1. ## Integration

Please am stuck with the integration I kindly need assistance in solving this equation, I will really appreciate if anyone could help with the solution or a guide on what i should do

$\displaystyle \int\limits_0^\infty {\log (1 + \frac{a}{b}x)\frac{{N{e^{ - x}}{x^{y - 1}}}}{{\left( {y - 1} \right)!}}} {\left( {1 - {e^{ - x}}\sum\limits_{i = 0}^{y - 1} {\frac{{{x^i}}}{{i!}}} } \right)^{N - 1}}dx$

2. ## Re: Integration

Hey Igbafe.

Are the y and x variables independent or not?

3. ## Re: Integration

a,b,y and N are sets of constants

4. ## Re: Integration

Mathematica chewed on it for a bit and could not come up with an answer.

5. ## Re: Integration

Are you looking for an estimate or an analytic expression?

6. ## Re: Integration

An analytical expression

7. ## Re: Integration

What is the context?

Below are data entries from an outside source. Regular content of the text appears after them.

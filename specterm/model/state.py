"""Prepared states: a function, or a sum of levels with coefficients."""

from __future__ import annotations

from dataclasses import dataclass

from specterm.errors import Span
from specterm.language.catalogue import refuse
from specterm.model.function import Function
from specterm.model.values import Levels, Value, as_term


@dataclass(frozen=True)
class State:
    """A prepared state, not normalised: `function`, or the sum over `levels` of (coefficient function, index, path or None).

    Exactly one of the two is given: `levels` is empty where `function` is not None.
    """

    name: str
    span: Span
    function: Function | None
    levels: tuple[tuple[Function, int, str | None], ...]


def build_state(name: str, span: Span, value: Value, expression_span: Span) -> State:
    """Return the state an expression stands for; a state that is zero everywhere is refused."""
    if isinstance(value, Levels):
        levels = tuple((Function(p.coefficient), p.index, p.path) for p in value.parts if Function(p.coefficient).constant != 0)
        if not levels:
            raise refuse("state-not-normalisable", expression_span, name=name, reason="it is zero")
        return State(name, span, None, levels)
    function = Function(as_term(value, f"the state `{name}`", expression_span))
    if function.constant == 0:
        raise refuse("state-not-normalisable", expression_span, name=name, reason="it is zero everywhere")
    return State(name, span, function, ())
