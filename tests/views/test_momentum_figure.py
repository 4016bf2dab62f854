"""Momentum densities as charts."""

import numpy as np
import pytest

from specterm.analysis.momentum import MomentumDensity
from specterm.views.cells import plain, row_width
from specterm.views.momentum_figure import momentum_rows

K = np.linspace(-3, 3, 61)
SMOOTH = MomentumDensity(K, np.exp(-(K**2)), False, "hbar/nm", 0.99999)
STICKS = MomentumDensity(np.arange(-1.0, 2.0), np.array([0.25, 0.5, 0.25]), True, "hbar", 1.0)


@pytest.mark.parametrize("density", [SMOOTH, STICKS])
@pytest.mark.parametrize("glyphs", ["braille", "block", "ascii"])
@pytest.mark.parametrize("size", [(80, 24), (40, 8), (12, 5), (5, 3)])
def test_it_has_the_size_asked_for(density, glyphs, size):
    """The chart has exactly the rows and columns asked for."""
    rows = momentum_rows(density, *size, glyphs, "level(0)")
    assert len(rows) == size[1]
    assert {row_width(row) for row in rows} == {size[0]}


def test_the_title_never_promises_more_than_is_held():
    """A share of 0.99999 is told as 99.99 per cent, and the axis has its unit."""
    text = plain(momentum_rows(SMOOTH, 60, 16, "ascii", "level(0)"))
    assert "level(0), 99.99% within" in text
    assert "momentum (hbar/nm)" in text


def test_sticks_stand_at_their_momenta():
    """On a ring each momentum is one upright stick, the middle one twice as high as the others."""
    text = plain(momentum_rows(STICKS, 40, 14, "ascii")).split("\n")
    inside = [row[4:-1] for row in text if row.endswith("|")]
    heights = [sum(row[column : column + 1] == "|" for row in inside) for column in range(40)]
    columns = [column for column, height in enumerate(heights) if height]
    assert len(columns) == 3
    assert heights[columns[1]] == max(heights)
    assert abs(heights[columns[0]] - heights[columns[1]] / 2) <= 1


def test_one_momentum_alone_has_room():
    """A single stick is drawn with room on both sides."""
    one = MomentumDensity(np.array([2.0]), np.array([1.0]), True, "", 1.0)
    assert {row[15] for row in plain(momentum_rows(one, 30, 8, "ascii")).split("\n")[2:5]} == {"|"}
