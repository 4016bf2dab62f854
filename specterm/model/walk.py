"""Walking a graph of terms from the leaves up, without recursion: depth costs nothing and shared terms are visited once."""

from __future__ import annotations

from collections.abc import Callable

from specterm.model.scalar import Scalar
from specterm.model.term import Term, constant, divide, linear, make, multiply
from specterm.stopping import check


def leaves_first(root: Term) -> list[Term]:
    """Return every distinct term at and below `root`, each after all those it is made of; the root comes last."""
    order: list[Term] = []
    done: set[int] = set()
    stack: list[tuple[Term, bool]] = [(root, False)]
    while stack:
        term, ready = stack.pop()
        if term.digest in done:
            continue
        if ready:
            done.add(term.digest)
            order.append(term)
            continue
        check()
        stack.append((term, True))
        stack.extend((arg, False) for arg in reversed(term.args) if arg.digest not in done)
    return order


def rebuild(root: Term, change: Callable[[Scalar], Scalar]) -> Term:
    """Return the term with every constant replaced by change(constant)."""
    new: dict[int, Term] = {}
    for term in leaves_first(root):
        args = [new[a.digest] for a in term.args]
        if term.kind == "constant":
            new[term.digest] = constant(change(term.data))
        elif term.kind == "sum":
            new[term.digest] = linear((change(c), a) for c, a in zip(term.data, args, strict=True))
        elif term.kind == "product":
            new[term.digest] = multiply(*args)
        elif term.kind == "quotient":
            new[term.digest] = divide(*args)
        elif term.real:
            new[term.digest] = term
        else:
            new[term.digest] = make(term.kind, tuple(args), term.data, real=False)
    return new[root.digest]
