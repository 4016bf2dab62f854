"""Words: products of functions and derivatives in a definite order, the parts of an operator."""

from __future__ import annotations

from collections.abc import Iterable
from dataclasses import dataclass

from specterm.language.catalogue import refuse
from specterm.model.compose import conjugate
from specterm.model.scalar import ONE, Scalar
from specterm.model.term import NIL, Term, linear, split

MOST_WORDS = 10_000
LARGEST_ORDER = 16


@dataclass(frozen=True, slots=True)
class Word:
    """coefficient times f0 D f1 D ... D fn; `slots` are f0..fn, each without constant factor."""

    coefficient: Scalar
    slots: tuple[Term, ...]

    @property
    def order(self) -> int:
        """The number of derivatives."""
        return len(self.slots) - 1

    def negative(self) -> Word:
        """Return minus the word."""
        return Word(-self.coefficient, self.slots)

    def adjoint(self) -> Word:
        """Return the formal adjoint: reversed, conjugated, a sign for each derivative."""
        c = self.coefficient.conjugate()
        return Word(-c if self.order % 2 else c, tuple(conjugate(s) for s in reversed(self.slots)))


def word(coefficient: Scalar, slots: Iterable[Term]) -> Word:
    """Return a word with the constant factors of the slots gathered in front."""
    kept = []
    for slot in slots:
        inner, core = split(slot)
        coefficient = coefficient * inner
        kept.append(core)
    return Word(coefficient, tuple(kept))


def gathered(words: Iterable[Word]) -> tuple[Word, ...]:
    """Return the words with equal ones collected, zeros dropped and all plain functions made one."""
    pairs: dict[tuple[Term, ...], Scalar] = {}
    functions: list[tuple[Scalar, Term]] = []
    for w in words:
        if w.order == 0:
            functions.append((w.coefficient, w.slots[0]))
            continue
        before = pairs.get(w.slots)
        pairs[w.slots] = w.coefficient if before is None else before + w.coefficient
    kept = [Word(c, s) for s, c in pairs.items() if abs(c.value) > c.slack]
    potential = linear(functions)
    return (*kept, *([] if potential == NIL else [word(ONE, (potential,))]))


def check_size(words: int, order: int) -> None:
    """Refuse an operator above the limits (SheetError) before it is expanded."""
    if words > MOST_WORDS:
        raise refuse("too-many-terms", None, limit=MOST_WORDS)
    if order > LARGEST_ORDER:
        raise refuse("order-too-high", None, found=order, limit=LARGEST_ORDER)
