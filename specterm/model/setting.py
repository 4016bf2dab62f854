"""What an operator needs to know beyond its own terms."""

from __future__ import annotations

from collections.abc import Mapping
from dataclasses import dataclass, field

from specterm.model.domain import Domain
from specterm.model.scalar import ONE, Scalar


@dataclass(frozen=True)
class Setting:
    """hbar, the coordinate's name, the domain (None before it is known) and the user's names of terms (digest -> name)."""

    hbar: Scalar = ONE
    coordinate: str = "x"
    domain: Domain | None = None
    labels: Mapping[int, str] = field(default_factory=dict)
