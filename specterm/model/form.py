"""The weak form of an operator, and its reduction to a Sturm-Liouville form."""

from __future__ import annotations

from collections.abc import Iterable, Sequence
from dataclasses import dataclass

from specterm.errors import PhysicsError
from specterm.model.function import Function
from specterm.model.normal import Ordering, Pairs, collect, vanishes
from specterm.model.scalar import ONE, Scalar
from specterm.model.setting import Setting
from specterm.model.term import UNIT, Term, linear, multiply, spread
from specterm.model.word import Word

_NO_JUMPS = "write the operator so that the jump is not differentiated: p*f*p instead of f*p^2 or (f*p^2 + p^2*f)/2"


@dataclass(frozen=True)
class Form:
    """The sum over ((j, k), c) of the integrals of conj(D^j f) c(x) D^k g, sorted by (j, k); hbar is inside c."""

    terms: tuple[tuple[tuple[int, int], Function], ...]

    def __getitem__(self, key: tuple[int, int]) -> Function | None:
        """Return the coefficient of one pair of derivatives, None where there is none."""
        return dict(self.terms).get(key)


@dataclass(frozen=True)
class Sturm:
    """Real functions of the form: integral of K |f'|^2 - (i/2) B (f* f' - f*' f) + V |f|^2; B is None where it is zero."""

    K: Function
    B: Function | None
    V: Function


def form(words: Sequence[Word], setting: Setting) -> Form:
    """Return the weak form. Each word is split where no function that jumps is differentiated, then evenly, then cheaply.

    Two equally good splits are averaged, so that a Hermitian word has a Hermitian form. Boundary terms are left out: they
    vanish at walls and on rings and are the natural condition of free ends.
    """
    total: dict[tuple[int, int], Pairs] = {}
    ordering = Ordering()
    for word in words:
        choices = _best_splits(word, ordering)
        share = Scalar(1.0 / len(choices))
        for split in choices:
            for key, pairs in split.items():
                total.setdefault(key, []).extend((c * share * word.coefficient, t) for c, t in pairs)
    live = {key: kept for key, pairs in sorted(total.items()) if (kept := collect(pairs))}
    domain = setting.domain
    return Form(tuple((key, Function(linear(p))) for key, p in live.items() if len(p) == 1 or not vanishes(p, domain)))


Split = dict[tuple[int, int], Pairs]


def _best_splits(word: Word, ordering: Ordering) -> list[Split]:
    """Return the cheapest splits, tried from the even one outwards until one differentiates no jump."""
    best: tuple[tuple[int, int, int], list[Split]] | None = None
    for moved in sorted(range(word.order + 1), key=lambda m: max(m, word.order - m)):
        highest = max(moved, word.order - moved)
        if best is not None and best[0][0] == 0 and best[0][1] < highest:
            break
        split = _split(word.slots, moved, ordering)
        pairs = [t for part in split.values() for _, t in part]
        cost = (int(any(t.broken for t in pairs)), highest, len(pairs))
        if best is None or cost < best[0]:
            best = (cost, [split])
        elif cost == best[0]:
            best[1].append(split)
    return best[1] if best else []


def _split(slots: tuple[Term, ...], moved: int, ordering: Ordering) -> Split:
    """Return the word with its first `moved` derivatives taken to the left side by parts."""
    left = ordering.word((UNIT, *reversed(slots[:moved])))
    right = ordering.word((UNIT, *slots[moved + 1 :]))
    sign = Scalar((-1.0) ** moved)
    return {
        (j, k): [(sign * a * b, multiply(s, slots[moved], t)) for a, s in pairs for b, t in others]
        for j, pairs in left.items()
        for k, others in right.items()
    }


def sturm(words: Sequence[Word], setting: Setting) -> Sturm:
    """Return K, B and V of a Hermitian operator of order at most 2 (the caller has tested both).

    Raises PhysicsError where the jump of a function would have to be differentiated.
    """
    weak = dict(form(words, setting).terms)
    if any(max(key) > 1 for key in weak):
        raise PhysicsError("a function that jumps stands beside a second derivative", mend=_NO_JUMPS)
    zero = Function(linear([]))
    f, g = weak.get((0, 1), zero), weak.get((1, 0), zero)
    drift = _real(_combined([(Scalar(1j), f), (Scalar(-1j), g)]))
    slope = _combined([(Scalar(-0.5), f), (Scalar(-0.5), g)]).derivative()
    potential = _real(_combined([(ONE, weak.get((0, 0), zero)), (ONE, slope)]))
    if potential.has_edge or drift.has_edge:
        raise PhysicsError("the jump of a function is differentiated in this operator", mend=_NO_JUMPS)
    is_zero = drift.constant == 0 or vanishes(spread(ONE, drift.term), setting.domain)
    return Sturm(_real(weak.get((1, 1), zero)), None if is_zero else drift, potential)


def _combined(parts: Iterable[tuple[Scalar, Function]]) -> Function:
    return Function(linear(pair for c, f in parts for pair in spread(c, f.term)))


def _real(function: Function) -> Function:
    return function if function.term.real else function.real()
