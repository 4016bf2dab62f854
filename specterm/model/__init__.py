"""A sheet made ready: parameters, functions, operators, domain, states."""

from specterm.model.build import build
from specterm.model.domain import Domain
from specterm.model.form import Form, Sturm
from specterm.model.function import Function
from specterm.model.hermitian import NotHermitian
from specterm.model.model import Model
from specterm.model.operator import Operator
from specterm.model.state import State

__all__ = ["Domain", "Form", "Function", "Model", "NotHermitian", "Operator", "State", "Sturm", "build"]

Is it an exercise from an insanely difficult course on analysis, or does it arise during the course of real-world research?

8. ## Re: Integration

it arise during the course of real-world research from a MIMO communication point of view where the best set of Nt out of Nr antennas are selected for transmission and received by Nd antennas. N=combination of(Nr,Nt) while y=(Nt*Nd) hence N and y will be constants depending on wat values of antenna that are available hence am trying to have an analytical expression in terms of N and y

9. ## Re: Integration

My initial suggestion is that you are going to need to either:
c) use linear approximations for the exponentials and logarithm in the integral
d) use numerical methods.

My gut instinct would be to go for d) and write a computer program to do the heavy lifting -- but it would be a project that I expect would take me a number of weeks, months even.

10. ## Re: Integration

updates on some work already done. Basically the equation if of the form

$\displaystyle C(N) = \int\limits_0^\infty {{I_{(N)}}{p_{(N)}}} dx$

where

$\displaystyle {I_{(N)}} = \log \left( {1 + \frac{a}{b}x} \right)$

and

$\displaystyle {p_{(N)}}(x) = \frac{{N\left( {{e^{ - x}}{x^{y - 1}}} \right)}}{{\left( {y - 1} \right)!}}{\left( {1 - {e^{ - x}}\sum\limits_{i = 0}^{y - 1} {\frac{{{x^i}}}{{i!}}} } \right)^{N - 1}}$

we have been able to integrate
$\displaystyle {p_{(N)}}$
within the limits of [0,t] as

$\displaystyle \int_0^t {{p_{(N)}}} (x)dx = \int_0^t {\frac{{N\left( {{e^{ - x}}{x^{y - 1}}} \right)}}{{\left( {y - 1} \right)!}}} {\left( {1 - {e^{ - x}}\sum\limits_{i = 0}^{y - 1} {\frac{{{x^i}}}{{i!}}} } \right)^{N - 1}}dx = \frac{N}{{\left( {y - 1} \right)!}}\sum\limits_{i = 0}^{N - 1} {{{\left( { - 1} \right)}^i}} \left( \begin{array}{c} N - 1\\ i \end{array} \right)\sum\limits_{h = 0}^{i(y - 1)} l \left( {y,\:i} \right)\left[ { - {e^{ - \left( {i + 1} \right)t}}\sum\limits_j^{y + h - 1} {\frac{{j!\left( \begin{array}{c} y + h - 1\\ j \end{array} \right)}}{{{{\left( {i + 1} \right)}^{j + 1}}}}} {t^{y + h - j - 1}} + \frac{{\left( {y + h - 1} \right)!}}{{{{\left( {i + 1} \right)}^{y + h}}}}} \right]$

I don't know if this could help in anyway in solving my problem above

11. ## Re: Integration

Can you get a Taylor series like expansion and cut it off for some error boundary term and integrate the partial series?

12. ## Re: Integration

okay i will appreciate any help on that